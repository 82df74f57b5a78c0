! derive generated kernel: Q8 bbar plane-stress
!
! Caution: derive is a verification aid, not a design check. Defer to the governing local
! codes and to licensed engineering practice before relying on any result.
!
! element      Q8, 8 nodes, 16 DOFs interleaved u1, v1, u2, v2, ...
! formulation  B-bar, dilatation projected on a linear pressure {1, xi, eta}: K_dev + kappa g^T
!              M_p^-1 g [Hughes (1980); Nagtegaal, Parks & Rice (1974)]
! integration  B^T D_dev B: gauss-3x3 (9 points); B^T m pi (g): gauss-3x3 (9 points); -pi^T pi /
!              kappa (-M_p / kappa): gauss-3x3 (9 points)
! internal     3 internal unknowns condensed inside the kernel: K = K_uu - K_ua K_aa^-1 K_ua^T
!              (unrolled factorisation of K_aa, no pivoting)
! flops        stiffness 8787, validity 392, recovery 3985 per element (add, mul, div, sqrt)
!
! arguments (units-agnostic; any consistent set of units):
!   xy      nodal coordinates, shape (n, 8, 2), C order: xy[e, i, 0] = x and xy[e, i, 1] = y of
!           node i+1 (counter-clockwise corners first, then mid-side, then interior)
!   E       Young's modulus (> 0), scalar
!   nu      Poisson's ratio (-1 < nu <= 0.5), scalar
!   t       thickness t (the out-of-plane thickness)
!   u       nodal displacements for recovery, shape (n, 16), interleaved u1, v1, u2, v2, ...
!   K       stiffness, shape (n, 16, 16), DOFs interleaved u1, v1, u2, v2, ...; symmetric; the 3
!           internal unknowns are condensed
!   detJ_min validity: min det J over the points of gauss-3x3, shape (n,); <= 0 means an inverted
!            or degenerate element
!   strain  recovery: strain at the 9 points of gauss-3x3, shape (n, 9, 3), Voigt [eps_xx, eps_yy,
!           gamma_xy] (engineering shear)
!   stress  recovery: stress D strain at the same points, shape (n, 9, 3), [sigma_xx, sigma_yy,
!           tau_xy]
!
! The kernels do not check their inputs; derive.kernel() checks shapes, finite
! coordinates and E, nu before calling them.  Screen meshes with the validity kernel.
! generator    derive.codegen 1.0; regenerate with
!              derive kernel Q8 --variant bbar --state plane-stress --lang fortran
!
! Fortran 2008.  Compile e.g. with: gfortran -O3 -march=native -c q8_bbar_plane_stress.f90
! (on x86 add -mprefer-vector-width=512 for the batch routine's lane loop, and
! -fno-tree-slp-vectorize: same speed, much shorter compile times).
! Every procedure is bind(C) (callable from C or Python through ctypes/cffi); the link
! names end in _f so they never clash with the C kernels of the same element.
! Array layout: Fortran column-major xy(2, 8, n) is the same memory as C xy[n][8][2];
! K(ndof, ndof, n) is symmetric, so both orders agree; strain(nstrain, npoints, n).
module derive_q8_bbar_plane_stress
  use, intrinsic :: iso_c_binding, only: c_double, c_long
  implicit none
  private
  integer, parameter :: dp = c_double
  public :: q8_bbar_plane_stress_stiffness, q8_bbar_plane_stress_stiffness_batch, &
            q8_bbar_plane_stress_validity, q8_bbar_plane_stress_recovery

--

What the task requires: Produce the whole listing once more, exactly.

Task response:
repository 82df74f57b5a78c0
! derive generated kernel: Q8 bbar plane-stress
!
! Caution: derive is a verification aid, not a design check. Defer to the governing local
! codes and to licensed engineering practice before relying on any result.
!
! element      Q8, 8 nodes, 16 DOFs interleaved u1, v1, u2, v2, ...
! formulation  B-bar, dilatation projected on a linear pressure {1, xi, eta}: K_dev + kappa g^T
!              M_p^-1 g [Hughes (1980); Nagtegaal, Parks & Rice (1974)]
! integration  B^T D_dev B: gauss-3x3 (9 points); B^T m pi (g): gauss-3x3 (9 points); -pi^T pi /
!              kappa (-M_p / kappa): gauss-3x3 (9 points)
! internal     3 internal unknowns condensed inside the kernel: K = K_uu - K_ua K_aa^-1 K_ua^T
!              (unrolled factorisation of K_aa, no pivoting)
! flops        stiffness 8787, validity 392, recovery 3985 per element (add, mul, div, sqrt)
!
! arguments (units-agnostic; any consistent set of units):
!   xy      nodal coordinates, shape (n, 8, 2), C order: xy[e, i, 0] = x and xy[e, i, 1] = y of
!           node i+1 (counter-clockwise corners first, then mid-side, then interior)
!   E       Young's modulus (> 0), scalar
!   nu      Poisson's ratio (-1 < nu <= 0.5), scalar
!   t       thickness t (the out-of-plane thickness)
!   u       nodal displacements for recovery, shape (n, 16), interleaved u1, v1, u2, v2, ...
!   K       stiffness, shape (n, 16, 16), DOFs interleaved u1, v1, u2, v2, ...; symmetric; the 3
!           internal unknowns are condensed
!   detJ_min validity: min det J over the points of gauss-3x3, shape (n,); <= 0 means an inverted
!            or degenerate element
!   strain  recovery: strain at the 9 points of gauss-3x3, shape (n, 9, 3), Voigt [eps_xx, eps_yy,
!           gamma_xy] (engineering shear)
!   stress  recovery: stress D strain at the same points, shape (n, 9, 3), [sigma_xx, sigma_yy,
!           tau_xy]
!
! The kernels do not check their inputs; derive.kernel() checks shapes, finite
! coordinates and E, nu before calling them.  Screen meshes with the validity kernel.
! generator    derive.codegen 1.0; regenerate with
!              derive kernel Q8 --variant bbar --state plane-stress --lang fortran
!
! Fortran 2008.  Compile e.g. with: gfortran -O3 -march=native -c q8_bbar_plane_stress.f90
! (on x86 add -mprefer-vector-width=512 for the batch routine's lane loop, and
! -fno-tree-slp-vectorize: same speed, much shorter compile times).
! Every procedure is bind(C) (callable from C or Python through ctypes/cffi); the link
! names end in _f so they never clash with the C kernels of the same element.
! Array layout: Fortran column-major xy(2, 8, n) is the same memory as C xy[n][8][2];
! K(ndof, ndof, n) is symmetric, so both orders agree; strain(nstrain, npoints, n).
module derive_q8_bbar_plane_stress
  use, intrinsic :: iso_c_binding, only: c_double, c_long
  implicit none
  private
  integer, parameter :: dp = c_double
  public :: q8_bbar_plane_stress_stiffness, q8_bbar_plane_stress_stiffness_batch, &
            q8_bbar_plane_stress_validity, q8_bbar_plane_stress_recovery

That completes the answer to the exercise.